Some fans may remember Ashie as the guy who won the greatest rock-paper-scissors game of all time, only to immediately destroy his prize. Others may know him from this viral video. And a handful of you are thinking of the wrong Asher. But all can agree that Asher turning thirty is about as unlikely an event as anything that has happened in 2017 (too soon?).
So in honour of this auspicious occasion, I begged Ashie to let me roast him in front of the family after his birthday dinner. I'm not saying I killed it, but even Granny Pat laughed. Here it is:
Friends, Family, Countrymen, lend me your ears. I come to bury Ashie, not to praise him. Mainly because we praise Ashie too often. For as we all know, he is the master of setting the bar so low that he can’t help but clear it. Like when he finally learned to cut his toenails at age 28, or when he recently bought a winter coat after six seasons without one, or when he eats things without getting too much sauce on his shirt.
But it hasn’t all been high points over these last thirty years. As some of you may know, Asher has made a habit of having terrible first days. Of course, we all remember the story of mom escorting him through the weight room on his first day of high school. But there have been more recent disasters. I’ll just share my favourite. On his first day of GS1, Ash attended a lunch held in joint-honor of him joining the team and a coworker’s birthday. I don’t remember the birthday girl's name, so we’ll just call her Susan. Shortly after arriving, Asher met Susan and smoothly wished her a happy birthday and she seemed touched by the gesture. Feeling confident, he turned to the next person and after exchanging pleasantries, he for some reason also wished HER a happy birthday. Realizing his mistake, our hero began to panic and did the only thing he could think of to save the situation: he told her he had to move his car and then he went home. I’m not saying the two are related, but three months later Asher was no longer with the company.

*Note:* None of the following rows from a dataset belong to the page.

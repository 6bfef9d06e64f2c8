package render_test

import (
	"go/parser"
	"go/token"
	"io/fs"
	"path/filepath"
	"strconv"
	"strings"
	"testing"
)

// allowed lists, for each package of ours, which packages of ours it may
// import. A name stands for the package and all below it; within one top
// folder everything is allowed unless a line says otherwise.
var allowed = map[string][]string{
	"cmd":                 {"render", "content/fault"},
	"content":             {"content", "kinetics/unit"},
	"content/fault":       {},
	"diagram":             {"diagram", "kinetics/unit"},
	"diagram/lettering":   {},
	"diagram/skeleton":    {"diagram/lettering"},
	"kinetics":            {"kinetics"},
	"kinetics/unit":       {},
	"kinetics/rate":       {},
	"kinetics/branch":     {},
	"kinetics/spread":     {},
	"kinetics/firstorder": {},
	"kinetics/stiff":      {"kinetics/stiff"},
	"render":              {"render", "content", "kinetics", "diagram", "themes"},
	"render/kind":         {"content/fault", "content/schema", "kinetics", "diagram", "render/paper"},
	"render/history":      {},
	"render/paper":        {"diagram", "kinetics/unit"},
	"render/site":         {},
	"render/study":        {"content", "kinetics", "render/kind"},
	"themes":              {},
}

// only says which outside module belongs to which package alone.
var only = map[string]string{
	"github.com/yuin/goldmark":   "content/mark",
	"github.com/ajstarks/svgo":   "diagram/ink",
	"github.com/BurntSushi/toml": "content/schema",
	"github.com/go-fonts":        "diagram/lettering",
	"github.com/gofrs/flock":     "render/site",
	"github.com/spf13/cobra":     "cmd/saddlebook",
	"golang.org/x/image":         "diagram/lettering",
}

func TestImports(t *testing.T) {
	root := ".."
	seen := 0
	err := filepath.WalkDir(root, func(p string, d fs.DirEntry, err error) error {
		if err != nil {
			return err
		}
		if d.IsDir() && (strings.HasPrefix(d.Name(), ".") && p != root || d.Name() == "testdata") {
			return fs.SkipDir
		}
		if d.IsDir() || !strings.HasSuffix(p, ".go") || strings.HasSuffix(p, "_test.go") {
			return nil
		}
		rel, err := filepath.Rel(root, filepath.Dir(p))
		if err != nil {
			return err
		}
		pkg := filepath.ToSlash(rel)
		file, err := parser.ParseFile(token.NewFileSet(), p, nil, parser.ImportsOnly)
		if err != nil {
			return err
		}
		seen++
		for _, spec := range file.Imports {
			path, err := strconv.Unquote(spec.Path.Value)
			if err != nil {
				return err
			}
			if ours, ok := strings.CutPrefix(path, "saddlebook/"); ok {
				if !within(rule(pkg), ours) {
					t.Errorf("%s imports %s, and %s may import %v", p, path, pkg, rule(pkg))
				}
				continue
			}
			for module, owner := range only {
				if (path == module || strings.HasPrefix(path, module+"/")) && pkg != owner {
					t.Errorf("%s imports %s, which belongs to %s alone", p, path, owner)
				}
			}
		}
		return nil
	})
	if err != nil {
		t.Fatal(err)
	}
	if seen < 50 {
		t.Fatalf("only %d files were looked at", seen)
	}
}

// rule finds the line of the package, or of the nearest folder above it.
func rule(pkg string) []string {
	for p := pkg; p != "."; p = filepath.ToSlash(filepath.Dir(p)) {
		if list, ok := allowed[p]; ok {
			return list
		}
	}
	return nil
}

func within(list []string, pkg string) bool {
	for _, l := range list {
		if pkg == l || strings.HasPrefix(pkg, l+"/") {
			return true
		}
	}
	return false
}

And if his first days have all the makings of a comedy of errors, some other days have been straight up greek tragedies. Back in grad school, he really hoped to make a name for himself as a ‘cool dude.’ He sipped from a Tims cup at early morning seminars, hoping to convince his colleagues that he was a serious, coffee-drinking intellectual - unbeknownst to them he was really drinking hot chocolate. It was the perfect ruse until one fateful winter’s day when Ash walked around campus with his secret hot chocolate and noticed everyone looking at him. “Wow!” he thought to himself, “I am killing it! People really think I’m a cool guy!” He was carrying a box for his TA duties, and between that and the fake-coffee, he later disclosed to me that he felt like a real big man on campus. That was until he got home and discovered that the strangers’ stares had not been the product of the undeniable magnetism of someone who drinks coffee and carries a box around, but rather a circle of chocolate on his nose that betrayed his secret.
But we should indulge Ashie these misadventures because it hasn’t been easy for him - he’s had to contend with a whole host of biological deficiencies including, but not limited to, a short esophagus, a propensity for nosebleeds between the ages of 4 and 14, a prepubescent tendency to run cold, a post pubescent tendency to run very, very hot, and a facial hair growth rate that alarms actual medical professionals. For instance, a few years ago, Asher shaved his neck just before leaving for a dermatologist appointment. But by the time he was called in, his beard had already grown back to the point that the doctor actually asked him why he hadn’t shaved.
Of course, Asher’s had big accomplishments, too. In December 2015, he shocked the world by single-handedly applying sunscreen to his entire back. We all remember him boasting of a lack of redness the next day and the pride in mom’s eyes at this rare success, and this victory was only slightly marred by the fact that he was sunburnt on every other part of his body.
And we’re all quite proud of Asher’s greatest venture: palindrome theatre. But this internet sensation got off to a rocky start with an ill-conceived grassroots publicity campaign in which Ash walked into the middle of a group of drunk guys outside of CEEPS complaining about their friend Adam and pronounced loudly, “MADAM I’M ADAM.”
But all kidding aside, Ashie is universally beloved for his kind nature, generous spirit, easy laughter, and sharp intellect, which he so far has been unable to successfully monetize. Ash, you easily crack the top two in the brother power rankings, and truth be told, you’re one of my favourite people on the planet. So let’s all raise a glass: to Ashman 3000. Dad, that means Asher.